Solitary parathyroid adenoma presenting with spine fracture in a paediatric patient
© Mabulac et al; licensee BioMed Central Ltd. 2013
Published: 3 October 2013
Solitary parathyroid adenoma is a rare cause of primary hyperparathyroidism in children. We report a case of patient who presented with difficulty in ambulating due to fracture from hypercalcemia.

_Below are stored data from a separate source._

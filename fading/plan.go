package fading

// Interpolation plans: for each output sample of a decimating channel, the
// first node in its internal buffer and the weight row of its fractional
// position (interpTable), computed per chunk of up to outChunk samples
// and shared between channels on one clock through a PlanCache.

// plan prepares the interpolation of up to max (>= 1) output samples from
// c.m on, refilling the internal buffer first if needed, and stops before
// any sample that would need another refill. It stores per sample the
// buffer offset of the first node in c.idx and the offset of its weight
// row in interpTable (nearest tabulated phase) in c.wrow, and
// returns the number of samples planned (>= 1).
func (c *Channel) plan(max int) int {
	n := min(max, outChunk)
	c.planRefill()
	idx, wrow := c.ownPlan()
	return c.planCompute(n, idx, wrow)
}

// ownPlan returns the channel's own plan arrays, made on their first use:
// channels that always take their plans from a PlanCache (the multi-cell
// legs) never need them.
func (c *Channel) ownPlan() (idx, wrow []int32) {
	if c.idx == nil {
		c.idx, c.wrow = make([]int32, outChunk), make([]int32, outChunk)
	}
	return c.idx, c.wrow
}

// planRefill refills the internal buffer until it holds the first node of
// output sample c.m.
func (c *Channel) planRefill() {
	for {
		k := int64(float64(c.m)*c.step + interpBefore)
		if k+interpTaps-interpBefore <= c.blockStart+int64(c.blk) {
			break
		}
		c.refill()
	}
}

// planCompute is plan after planRefill: it plans up to n <= outChunk
// samples into idx and wrow (at least n long) and advances c.m.
func (c *Channel) planCompute(n int, idx, wrow []int32) int {
	step, m := c.step, c.m
	end := c.blockStart + int64(c.blk)
	base := c.blockStart - int64(c.hist) + interpBefore
	idx, wrow = idx[:n], wrow[:n]
	i := 0
	for ; i < n; i++ {
		p := float64(m+int64(i))*step + interpBefore
		k := int64(p)
		if k+interpTaps-interpBefore > end {
			break
		}
		idx[i] = int32(k - base)
		wrow[i] = int32(int(float64(interpPhases)*(p-float64(k))+0.5) * interpTaps)
	}
	c.m += int64(i)
	return i
}

// PlanCache keeps the last few interpolation plans of FillGainsShared, so
// that channels with the same internal step (same Doppler and sample rate)
// and the same block length, advanced in step (as the users of a loop
// block are), compute each plan once instead of once per channel. A plan
// is a function of (step, position, internal block) only, so a shared
// plan is the one the channel would compute: the gains are bit for bit
// those of FillGains. Not safe for concurrent use (one per goroutine); the
// zero value is ready.
type PlanCache struct {
	next int
	ents [8]planEntry
}

type planEntry struct {
	used             bool
	step             float64
	m, blockStart    int64
	hist, blk, mx, n int
	ok               bool // interpIndexOK held for the buffers of this key
	idx, wrow        [outChunk]int32
}

// planShared plans up to max output samples from c.m (plan), taking the
// plan from pc when it holds one for the same key, and returns the sample
// count, the plan and whether interpIndexOK holds for it.
func (c *Channel) planShared(max int, pc *PlanCache) (int, []int32, []int32, bool) {
	mx := min(max, outChunk)
	c.planRefill()
	if pc == nil {
		idx, wrow := c.ownPlan()
		n := c.planCompute(mx, idx, wrow)
		return n, idx[:n], wrow[:n], useAVX && interpIndexOK(idx[:n], wrow[:n], c.hist+c.blk)
	}
	for i := range pc.ents {
		e := &pc.ents[i]
		if e.used && e.m == c.m && e.step == c.step && e.blockStart == c.blockStart && e.mx == mx && e.hist == c.hist && e.blk == c.blk {
			c.m += int64(e.n)
			return e.n, e.idx[:e.n], e.wrow[:e.n], e.ok
		}
	}
	// A new plan, computed straight into the entry it replaces.
	m0 := c.m
	e := &pc.ents[pc.next]
	pc.next = (pc.next + 1) % len(pc.ents)
	n := c.planCompute(mx, e.idx[:], e.wrow[:])
	e.used, e.step, e.m, e.blockStart, e.hist, e.blk, e.mx, e.n = true, c.step, m0, c.blockStart, c.hist, c.blk, mx, n
	e.ok = useAVX && interpIndexOK(e.idx[:n], e.wrow[:n], c.hist+c.blk)
	return n, e.idx[:n], e.wrow[:n], e.ok
}
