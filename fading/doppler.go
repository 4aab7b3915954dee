package fading

import "math"

// SpeedOfLightMps is the speed of light in vacuum, c, in m/s.
const SpeedOfLightMps = 299792458.0

// DopplerHz returns the maximum Doppler frequency f_D = v·f_c/c in Hz of a
// mobile moving at speedKmh km/h on carrier carrierHz Hz (c =
// SpeedOfLightMps). Example: 120 km/h at 2 GHz gives 222.4 Hz. The result is
// NaN or negative when the inputs are; validate it with CheckDoppler.
func DopplerHz(speedKmh, carrierHz float64) float64 {
	return speedKmh / 3.6 * carrierHz / SpeedOfLightMps
}

// SpeedKmh is the inverse of DopplerHz: the speed in km/h at which a mobile
// on carrier carrierHz Hz sees the maximum Doppler dopplerHz Hz,
// v = f_D·c/f_c.
func SpeedKmh(dopplerHz, carrierHz float64) float64 {
	return dopplerHz * SpeedOfLightMps / carrierHz * 3.6
}

// CheckDoppler returns a *ParamError unless the sample rate is finite and
// positive and the maximum Doppler is finite with 0 <= f_D < fs/2 (the
// sampled process must be below half the sample rate, the Nyquist limit).
// Parameters are named "SampleRateHz" and "DopplerHz".
func CheckDoppler(dopplerHz, sampleRateHz float64) error {
	if !finite(sampleRateHz) || sampleRateHz <= 0 {
		return paramErr("SampleRateHz", "must be finite and > 0 Hz, got %g", sampleRateHz)
	}
	if !finite(dopplerHz) || dopplerHz < 0 {
		return paramErr("DopplerHz", "must be finite and >= 0 Hz, got %g", dopplerHz)
	}
	if dopplerHz >= sampleRateHz/2 {
		return paramErr("DopplerHz", "must be below half the sample rate (%g Hz), got %g", sampleRateHz/2, dopplerHz)
	}
	return nil
}

// ClarkeSpectrum returns the Clarke (Jakes) Doppler power spectral density
// of a unit-power complex tap with isotropic scattering and maximum Doppler
// dopplerHz: S(f) = 1/(π f_D √(1 − (f/f_D)²)) for |f| < f_D and 0 elsewhere
// (1/Hz; it integrates to 1 and is infinite at |f| = f_D, where it returns
// +Inf). For f_D <= 0 it returns 0. Reference: Clarke, Bell Syst. Tech. J.
// 47, 1968; Jakes, Microwave Mobile Communications, 1974.
func ClarkeSpectrum(f, dopplerHz float64) float64 {
	if !(dopplerHz > 0) {
		return 0
	}
	x := f / dopplerHz
	if math.Abs(x) > 1 {
		return 0
	}
	if math.Abs(x) == 1 {
		return math.Inf(1)
	}
	return 1 / (math.Pi * dopplerHz * math.Sqrt(1-x*x))
}

// clarkeCDF is the integral of ClarkeSpectrum from −∞ to f:
// ½ + arcsin(f/f_D)/π inside the band, 0 below, 1 above.
func clarkeCDF(f, dopplerHz float64) float64 {
	x := f / dopplerHz
	switch {
	case x <= -1:
		return 0
	case x >= 1:
		return 1
	}
	return 0.5 + math.Asin(x)/math.Pi
}

// ClarkeAutocorrelation returns the normalised autocorrelation of a complex
// tap with the Clarke spectrum, R(τ) = J0(2π f_D τ) (τ in s, f_D in Hz); its
// first zero is at f_D τ = 0.3827. Reference: Clarke 1968; Jakes 1974.
func ClarkeAutocorrelation(tauS, dopplerHz float64) float64 {
	return math.J0(2 * math.Pi * dopplerHz * tauS)
}
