package fading

import (
	"fmt"
	"syscall"
	"testing"
	"time"
)

// cpuTime is the process's user + system CPU time (a figure less disturbed
// than wall-clock time on a shared machine).
func cpuTime() time.Duration {
	var ru syscall.Rusage
	if syscall.Getrusage(syscall.RUSAGE_SELF, &ru) != nil {
		return 0
	}
	return time.Duration(ru.Utime.Nano() + ru.Stime.Nano())
}

// BenchmarkGenerators measures the throughput of each generator on a 3-tap
// channel at f_D·T = 0.037 and 0.0037 (55.6 Hz and 5.56 Hz at 1500
// samples/s) through FillGains (the loop's hot path) and FillTaps (the trace
// stream). One path-sample is one complex tap sample.
func BenchmarkGenerators(b *testing.B) {
	prof := Profile{Name: "3tap", Taps: []Tap{{0, 0}, {310, -1}, {710, -9}}}
	const fs = 1500.0
	for _, g := range []Generator{GeneratorDefault, GeneratorSumOfSinusoids, GeneratorSpectral} {
		for _, fd := range []float64{55.6, 5.56} {
			for _, kind := range []string{"gains", "taps"} {
				name := fmt.Sprintf("%v/fdT=%.4f/%s", g, fd/fs, kind)
				b.Run(name, func(b *testing.B) {
					ch, err := NewChannel(ChannelConfig{DopplerHz: fd, SampleRateHz: fs, Profile: prof, Generator: g}, 7, 0)
					if err != nil {
						b.Fatal(err)
					}
					const n = 4096
					gains := make([]float64, n)
					taps := make([]complex64, n*ch.NumTaps())
					b.ReportAllocs()
					b.ResetTimer()
					for i := 0; i < b.N; i++ {
						if kind == "gains" {
							ch.FillGains(gains)
						} else {
							ch.FillTaps(taps)
						}
					}
					b.ReportMetric(float64(b.N)*n*float64(ch.NumTaps())/b.Elapsed().Seconds(), "path-samples/s")
				})
			}
		}
	}
}

// BenchmarkCanonicalGains measures FillGains on the channel of the loop's
// canonical scenario (3 equal taps, sum of 16 sinusoids per branch,
// f_D·T = 0.037): the generation cost behind loop's BenchmarkCanonical.
func BenchmarkCanonicalGains(b *testing.B) {
	prof := Profile{Name: "3eq", Taps: []Tap{{0, 0}, {100, 0}, {200, 0}}}
	ch, err := NewChannel(ChannelConfig{DopplerHz: 55.56, SampleRateHz: 1500, Profile: prof, Generator: GeneratorSumOfSinusoids, Sinusoids: 16}, 7, 0)
	if err != nil {
		b.Fatal(err)
	}
	const n = 512
	gains := make([]float64, n)
	b.ReportAllocs()
	c0 := cpuTime()
	for b.Loop() {
		ch.FillGains(gains)
	}
	b.ReportMetric(float64(b.N)*n/b.Elapsed().Seconds(), "samples/s")
	b.ReportMetric(float64(cpuTime()-c0)/float64(b.N), "cpu-ns/op")
}

// BenchmarkCanonicalGains64 is BenchmarkCanonicalGains over 64 such
// channels in turn, 512 samples each (the loop's access pattern: every
// channel's state is cold when its turn comes).
func BenchmarkCanonicalGains64(b *testing.B) {
	prof := Profile{Name: "3eq", Taps: []Tap{{0, 0}, {100, 0}, {200, 0}}}
	chs := make([]*Channel, 64)
	for u := range chs {
		ch, err := NewChannel(ChannelConfig{DopplerHz: 55.56, SampleRateHz: 1500, Profile: prof, Generator: GeneratorSumOfSinusoids, Sinusoids: 16}, 7, u)
		if err != nil {
			b.Fatal(err)
		}
		chs[u] = ch
	}
	const n = 512
	gains := make([]float64, n*len(chs))
	b.ReportAllocs()
	c0 := cpuTime()
	for b.Loop() {
		for u, ch := range chs {
			ch.FillGains(gains[u*n : (u+1)*n])
		}
	}
	b.ReportMetric(float64(b.N)*n*float64(len(chs))/b.Elapsed().Seconds(), "samples/s")
	b.ReportMetric(float64(cpuTime()-c0)/float64(b.N)/float64(len(chs)), "cpu-ns/channel-block")
}

// BenchmarkSkip compares Skip(n) with FillGains of the same n samples (the
// cost of keeping an unused link's stream at the slot clock against
// generating it) on a 3-tap channel, for every generator, decimating
// (f_D·T = 0.037: 55.6 Hz at 1500 samples/s) and direct (f_D·T = 0.2), and
// n = 64 and 15000. Skip's figure includes the random draws of the blocks
// passed over; the up to two blocks that the next Fill call would generate
// are not part of it (a link that only skips never generates them).
func BenchmarkSkip(b *testing.B) {
	prof := Profile{Name: "3tap", Taps: []Tap{{0, 0}, {310, -1}, {710, -9}}}
	const fs = 1500.0
	for _, g := range []Generator{GeneratorDefault, GeneratorSumOfSinusoids, GeneratorSpectral} {
		for _, fd := range []float64{55.6, 300} {
			for _, n := range []int{64, 15000} {
				for _, kind := range []string{"skip", "fill"} {
					b.Run(fmt.Sprintf("%v/fdT=%.3f/n=%d/%s", g, fd/fs, n, kind), func(b *testing.B) {
						ch, err := NewChannel(ChannelConfig{DopplerHz: fd, SampleRateHz: fs, Profile: prof, Generator: g}, 7, 0)
						if err != nil {
							b.Fatal(err)
						}
						gains := make([]float64, n)
						b.ReportAllocs()
						for b.Loop() {
							if kind == "skip" {
								ch.Skip(n)
							} else {
								ch.FillGains(gains)
							}
						}
					})
				}
			}
		}
	}
}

A. A. 16 years old, female referred to our service for evaluation of hypercalcemia. The patient presented with fracture at the thoraco-lumbar spine after being accidentally slipped on the floor. She sought consult at a private hospital and an orhtopedic brace was applied. Three months after the incident, the patient complaint of limping and eventually with difficulty in ambulating. She was admitted at the Philippine Orthopedic Center for spinal traction. During her admission, there was an incidental finding of hypercalcemia and the patient was referred to our institution for endocrine evaluation. The patient had history of easy fatigability, palpitations, polyuria, polydipsia, constipation (2x/week), sweating associated with weight loss about half a year prior to her recent admission. On physical examination, patient was ambulatory but limping, not in respiratory distress. Vital signs showed: BP: 100/60, HR: 96/min, RR: 20/min, afebrile. Weight: 28.6 (<2SD), Height: 136.5cm (<3SD), BSA: 1.04, BMI: 15.37, MPH: 145.75cm. Laboratory assessment showed serum calcium 13.3 mg/dL (8.6-10), ionized calcium 2.13 mmol/L (1.10-1.35), serum intact PTH > 2500 pg/mL (15-68.3), phosphorous 1.52 (1.30-2.26), Alkaline Phosphorous 178 IUL (32-91). KUB Ultrasound showed bilateral enlarged kidneys. Thyroid ultrasound revealed a 1.7x1.6cm fluid nodule on the left lobe but the thyroid hormone profile was normal. The Technetium-99m Siestamibi scan showed parathyroid adenoma in the inferior left thyroid bed. The patient underwent total parathyroidectomy with autotransplantation of the remaining parathyroid at (L) forearm. Post-operatively, she had “hungry bone syndrome” due to persistent hypocalcemia 5.5 mg/dL (8.6-10) and urinary calcium/creatinine ratio of less than 0.05 inspite of calcium and calcitriol supplementation. The histopathologic finding was compatible with left parathyroid adenoma of 2.7x2.5x1cm dimension. Five months after the operation, the patient was asymptomatic and the serum phosphorous and alkaline phosphorous are within normal range.
Delayed diagnosis of hyperparathyroidism in children can often result in significant morbidity. Serum calcium and PTH levels should be checked in children presenting with non-specific symptoms as parathyroid adenoma section is curative and usually restores serum calcium levels back to normal, thereby avoiding further complications.